● **Work required**:
Each line of the listing below, from the very first to the one that contains "those of the", is to be retyped exactly as it stands.

++++ Task inputs ++++

def _position(ctx: SearchContext, topo: Topology, p, fac, rows: int, n_phase: int, bare,
              stop_over: str | None = None, rd: "RowDiodes | None" = None) -> dict | tuple:
    """Every figure of one position for ``rows`` rows (see :func:`run`).

    ``bare``: the readings without clamps (rows x 10), or a callable that gives them
    when they are needed. With ``stop_over`` (one row): the stimulus groups are solved the one holding
    that stimulus first, and as soon as a group puts a clamp diode beyond its
    rating its case (position, stimulus, diode) is returned instead of the figures
    (the position is infeasible, :func:`feasible`). Otherwise the figures are
    those of the groups folded in their own order, whatever order they were
    solved in. ``rd``: the diodes of each row (:func:`planner.protect.family.run_family`).
    """
    eng = topo.engine
    diodes = _ratings(ctx, topo, rd)
    out = {key: np.zeros(rows) for key in ("forward", "reverse", "max_input_forward", "max_input_reverse",
                                            "stress", "power")}
    for key in ("forward_case", "reverse_case", "stress_case"):
        out[key] = [None] * rows
    stims = ctx.stimuli[p.name]
    groups: dict[tuple, list[int]] = {}
    for j, s in enumerate(stims):
        has_r = s.kind == "voltage" and s.r_source_ohm > 0
        groups.setdefault((s.kind, has_r, has_r and len(s.samples(n_phase)) > WIDE), []).append(j)
    order = list(groups)
    if stop_over is not None:
        order.sort(key=lambda g: not any(stims[j].name == stop_over for j in groups[g]))
    # the linearity points at the hottest ambient ride with the DC group of the position's own kind
    own = (p.kind.source, False, False)
    with_hot = own if p.kind.waveform == "dc" and own in groups and \
        all(len(stims[j].samples(n_phase)) == 1 for j in groups[own]) else None
    solved, hot_mult = {}, None
    for g in order:
        group = [stims[j] for j in groups[g]]
        *solved[g], hot_g = _solve_group(eng, topo, p, group, *g[:2], fac, rows, n_phase,
                                         hot=(FRACTIONS * p.full_scale, ctx.t_hot) if g == with_hot else None,
                                         rd=rd)
        if g == with_hot:
            hot_mult = hot_g
        if stop_over is not None:
            probe = {"stress": np.zeros(rows), "stress_case": [None] * rows, "power": np.zeros(rows)}
            _, cur, vol, width = solved[g]
            _record_power(probe, p, topo, diodes, group, cur, vol, rows, width)
            if probe["stress"][0] > EXCEED:
                return probe["stress_case"][0]
    for g, idx in groups.items():
        group = [stims[j] for j in idx]
        mult, cur, vol, width = solved[g]
        _record_multiples(out, p, group, mult.reshape(rows, len(group), width), rows)
        _record_power(out, p, topo, diodes, group, cur, vol, rows, width)
    out["error"], out["total"] = _hot_errors(ctx, eng, p, fac, rows, bare() if callable(bare) else bare, hot_mult,
                                             rd)
    return out
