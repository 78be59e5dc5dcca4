"""How placements are ordered: leximax over the positions' multiples, its scalar, the Pareto set.

Protection is compared position by position, worst first (:func:`lex_compare`,
:func:`lex_best`); :func:`lex_score` is the scalar that follows that order where a
minimiser needs one. The reported rows are thinned to those no other row beats
in protection, accuracy cost and part count at once (:func:`pareto`), ordered
best first (:func:`ordered`), and the first feasible one is chosen (:func:`choose`).

Public API
----------
:func:`lex_compare`, :func:`lex_best`, :func:`lex_score`, :func:`ranked`,
:func:`row_multiples`, :func:`dominates`, :func:`pareto`, :func:`ordered`, :func:`choose`.
"""

from __future__ import annotations

import math

__all__ = [
    "TIE",
    "LEX_WEIGHT",
    "PARETO_ROWS",
    "lex_compare",
    "lex_best",
    "lex_score",
    "ranked",
    "row_multiples",
    "dominates",
    "pareto",
    "ordered",
    "choose",
]

#: Placements within this fraction of the best worst multiple count as equal
#: protection; among them the one with the least power in its parts is chosen.
TIE = 0.02
#: Weight of the next-worst position in the scalar objective (see :func:`lex_score`).
LEX_WEIGHT = 0.01
#: Rows of the Pareto table.
PARETO_ROWS = 8


def lex_compare(a, b, tol: float = TIE) -> int:
    """Compare the protection of two placements, worst position first.

    Parameters
    ----------
    a, b : sequence of float
        Worst movement multiple of each position.
    tol : float
        Relative difference below which two multiples count as equal.

    Returns
    -------
    int
        -1 when a protects better, +1 when b does, 0 when every multiple of the
        two (each sorted from the largest down) is within ``tol``.

    Notes
    -----
    Leximax order: minimise the largest multiple; where two placements tie on
    it (within ``tol``), the next largest decides, and so on. It lets a clamp
    that only helps the voltage ranges win over one that helps nothing, when a
    current range (which no multiplier split touches) sets the worst case.
    """
    for x, y in zip(sorted(map(float, a), reverse=True), sorted(map(float, b), reverse=True)):
        if x > y * (1.0 + tol):
            return 1
        if y > x * (1.0 + tol):
            return -1
    return 0


def lex_best(items, vector, tol: float = TIE) -> list:
    """The items that protect best: filtered rank by rank to within ``tol`` of the best.

    Parameters
    ----------
    items : sequence
    vector : callable
        Gives the per-position multiples of an item.

    Returns
    -------
    list
        The items whose largest multiple is within ``tol`` of the least largest
        multiple, then, among those, whose second largest is within ``tol`` of
        the least second largest, and so on (in the order given).
    """
    cands = list(items)
    if not cands:
        return cands
    vecs = {id(c): sorted(map(float, vector(c)), reverse=True) for c in cands}
    for k in range(len(next(iter(vecs.values())))):
        best = min(vecs[id(c)][k] for c in cands)
        cands = [c for c in cands if vecs[id(c)][k] <= best * (1.0 + tol)]
    return cands


def lex_score(multiples) -> float:
    """A scalar that orders placements like :func:`lex_compare` to first order.

    Notes
    -----
    :math:`\\phi = \\sum_k \\epsilon^k v_{(k)}` with the multiples sorted from the
    largest down, :math:`v_{(0)} \\ge v_{(1)} \\ge \\dots` and
    :math:`\\epsilon` = :data:`LEX_WEIGHT`: the worst position dominates, and
    where it cannot change (a current range the split does not touch) the next
    ones decide. Used where a scalar objective is needed (scipy's minimisers).
    """
    v = sorted((float(x) for x in multiples), reverse=True)
    return float(sum(LEX_WEIGHT ** k * x for k, x in enumerate(v)))


def ranked(points: list) -> list:
    """Evaluated points best first: the best protection (:func:`lex_best`), then score, parts, combo.

    Parameters
    ----------
    points : list of Point
        :class:`planner.protect.evaluate.Point` (``multiples``, ``score``,
        ``combo``, ``r``).
    """
    rest, out = list(points), []
    while rest:
        best = min(lex_best(rest, lambda p: p.multiples),
                   key=lambda p: (p.score, p.combo.parts_count, p.combo.key(), -1.0 if p.r is None else p.r))
        out.append(best)
        rest.remove(best)
    return out


# --- reported rows -----------------------------------------------------------------------------


def row_multiples(row: dict) -> list[float]:
    """A reported row's worst movement multiple of each position (a missing one as infinity)."""
    return [math.inf if q["movement_multiple"] is None else q["movement_multiple"] for q in row["positions"]]


def dominates(a: dict, b: dict) -> bool:
    """Whether row a is at least as good as row b everywhere and better somewhere.

    Protection position by position (the worst movement multiple of each),
    accuracy cost (share of the class) and part count.
    """
    ka = row_multiples(a) + [a["share_of_class"], a["parts_count"]]
    kb = row_multiples(b) + [b["share_of_class"], b["parts_count"]]
    return all(x <= y for x, y in zip(ka, kb)) and any(x < y for x, y in zip(ka, kb))


def pareto(rows: list[dict]) -> list[dict]:
    """Rows no other row beats in protection, accuracy cost and part count at once."""
    return [r for r in rows if not any(dominates(o, r) for o in rows if o is not r)]


def ordered(rows: list[dict]) -> list[dict]:
    """Rows best first: the best protection (:func:`lex_best`), then the least power, parts, score."""
    rest, out = list(rows), []
    while rest:
        best = min(lex_best(rest, row_multiples),
                   key=lambda r: (r["power_w"], r["parts_count"], lex_score(row_multiples(r)), r["key"]))
        out.append(best)
        rest.remove(best)
    return out


def choose(rows: list[dict]) -> dict | None:
    """The feasible row that protects best (leximax within :data:`TIE`), then with the least power and parts."""
    ok = ordered([r for r in rows if r["feasible"]])
    return ok[0] if ok else None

++++

● **Answer section**:
def _position(ctx: SearchContext, topo: Topology, p, fac, rows: int, n_phase: int, bare,
              stop_over: str | None = None, rd: "RowDiodes | None" = None) -> dict | tuple:
    """Every figure of one position for ``rows`` rows (see :func:`run`).

    ``bare``: the readings without clamps (rows x 10), or a callable that gives them
    when they are needed. With ``stop_over`` (one row): the stimulus groups are solved the one holding
    that stimulus first, and as soon as a group puts a clamp diode beyond its
    rating its case (position, stimulus, diode) is returned instead of the figures
    (the position is infeasible, :func:`feasible`). Otherwise the figures are
    those of the groups folded in their own order, whatever order they were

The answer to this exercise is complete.